I’ve been giving my sisters grandkids presents since they were one. The oldest one is 17. They or their parents have Never acknowledged the gifts?  I don’t expect any gifts back that’s Not why I give them. At least a thank you would be Nice?  One of my brothers wife I found out that she was throwing away my gifts for their kids cause they weren’t good enough. Kids don’t care about that just getting something. I stopped giving the gifts.  So should I keep giving the gifts?  Happy Holidays everyone


----------



## Wren (Dec 22, 2019)

Hell, the answer is staring you right in the face Pat,NONO !!  spend the money on treats for yourself ! don’t forget plenty of chocolates and a bottle of your favourite tipple, Happy Christmas x


----------



## Patnono (Dec 22, 2019)

Wren said:


> Hell, the answer is staring you right in the face Pat,NONO !!  spend the money on treats for yourself ! don’t forget plenty of chocolates and a bottle of your favourite tipple, Happy Christmas x
> View attachment 85428


Lol 


Wren said:


> Hell, the answer is staring you right in the face Pat,NONO !!  spend the money on treats for yourself ! don’t forget plenty of chocolates and a bottle of your favourite tipple, Happy Christmas x. Lol thanks, I think I’ll take your advice?  Happy Holidays
> View attachment 85428


----------



## hollydolly (Dec 22, 2019)

Of course you shouldn't be giving the gifts if you're not even getting a thank you, and or they're being thrown away.. STOP right now,  you need that money yourself for a new home...


----------



## toffee (Dec 22, 2019)

omg how dam rude is she ……...she would get sweet nothing from me -do not waste your money and time 'let them see u mean that its stopped -if she asks why tell her ...


----------



## RadishRose (Dec 22, 2019)

Patnono said:


> I stopped giving the gifts.
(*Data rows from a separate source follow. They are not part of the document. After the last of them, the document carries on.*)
"""The decision rule: one frozen object that the code applies and the report's prose states."""

from __future__ import annotations

from dataclasses import dataclass, fields

__all__ = ["DecisionRule", "VERDICTS", "SHOWN_NOT_WORSE"]

#: verdict words, in the order of precedence in which they are assigned
VERDICTS = ("superior", "equivalent", "non-inferior", "inferior", "inconclusive")
#: verdicts that let a candidate be chosen
SHOWN_NOT_WORSE = ("superior", "equivalent", "non-inferior")
#: outer folds in total (folds x repeats) below which a one-dataset answer warns
MIN_FOLDS_ONE_DATASET = 10


@dataclass(frozen=True)
class DecisionRule:
    """Margin, level and savings threshold of the choice (config section ``[decision]``).

    Attributes
    ----------
    reference : str or None
        The incumbent encoder; None = the best average rank among eligible settings.
    margin : float
        Relative non-inferiority margin on the unit-free per-dataset effect.
    alpha : float
        Level of every one-sided test.
    min_saving : float
        Smallest relative cost saving (1 - cost ratio) worth switching for.
    min_saving_s : float
        Smallest absolute saving, seconds per fold (median over datasets).
    prior_strength : float
        Dirichlet weight of the pseudo-observation of the Bayesian signed-rank test.
    power : float
        Power the sample-size figures aim at.
    """

    reference: str | None = None
    margin: float = 0.01
    alpha: float = 0.05
    min_saving: float = 0.20
    min_saving_s: float = 0.01
    prior_strength: float = 0.5
    power: float = 0.8

    @classmethod
    def from_mapping(cls, values) -> DecisionRule:
        """Build from the validated ``[decision]`` table (unknown keys ignored)."""
        names = {f.name for f in fields(cls)}
        return cls(**{k: v for k, v in dict(values or {}).items() if k in names})

    def describe(self) -> str:
        """The rule in words, every number taken from this object."""
        ref = (
            f"the reference '{self.reference}'"
            if self.reference
            else "the reference (the eligible setting with the best average rank, chosen from "
            "the data, which makes the tests conservative)"
        )
        m, a = _pct(self.margin), f"{self.alpha:g}"
        return (
            f"Each candidate is compared with {ref} on a unit-free effect per dataset: "
            f"(score − reference) / |reference| for scores, log(reference error / error) "
            f"for errors, so a positive effect means better. A candidate is non-inferior "
            f"when a one-sided Wilcoxon signed-rank test rejects 'the median effect is at "
            f"most −{m}' at α = {a}, Holm-adjusted within its family; superior when it "
            f"rejects 'at most 0'; equivalent only when both one-sided tests against −{m} and +{m} reject "
            f"(TOST); inferior when the test of 'at least −{m}' rejects; otherwise "
            f"inconclusive. On one dataset the same tests run on fold-paired effects with "
            f"the corrected resampled t. Families are set by cost alone: the candidates "
            f"whose median cost ratio saves at least {_pct(self.min_saving)} and "
            f"{self.min_saving_s:g} s per fold form the family the choice reads, so a "
            f"candidate that cannot save that much never changes the choice; the others "
            f"are adjusted among themselves and their verdicts are secondary. Among the "
            f"non-inferior (or better) cost-saving candidates the one with the largest "
            f"cost saving is chosen; otherwise the reference is kept. Exact cost ties go "
            f"to the larger effect, then to fewer output features; a tie that remains is "
            f"stated. Settings that fit target statistics on the rows they encode are "
            f"never chosen."
        )


def _pct(value: float) -> str:
    return f"{100 * value:g} %"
So should I keep giving the gifts?


This is a joke, right?


----------



## Don M. (Dec 22, 2019)

We ask our grandkids, well ahead of Christmas and birthdays, etc., what they would like us to give to the little great grandkids.  That way, the parents can give us some ideas of what the little ones would like to have, and everyone is happy with the gifts.


----------



## terry123 (Dec 22, 2019)

All of mine get gift cards for their favorite interests or hobbies.  They thank me at Christmas dinner and the ones in Va. call me with their thanks.  They also call me to say thanks when they get their birthday cards.


----------



## Ruth n Jersey (Dec 22, 2019)

My daughter shows me several choices on Amazon of what the grand kids are interested in each year. We are there when they open gifts and I always get a hug and a thank you. If by chance we aren't there when a gift is opened I get a special video on Facebook messenger with them holding the gift and thanking me as well.

Patnono, I would be so upset that your gifts had been thrown away.  I certainly wouldn't be giving anymore gifts.


----------



## Keesha (Dec 22, 2019)

Pat - NO-NO!


----------



## Keesha (Dec 22, 2019)

RadishRose said:


> This is a joke, right?


I think she misses us.


----------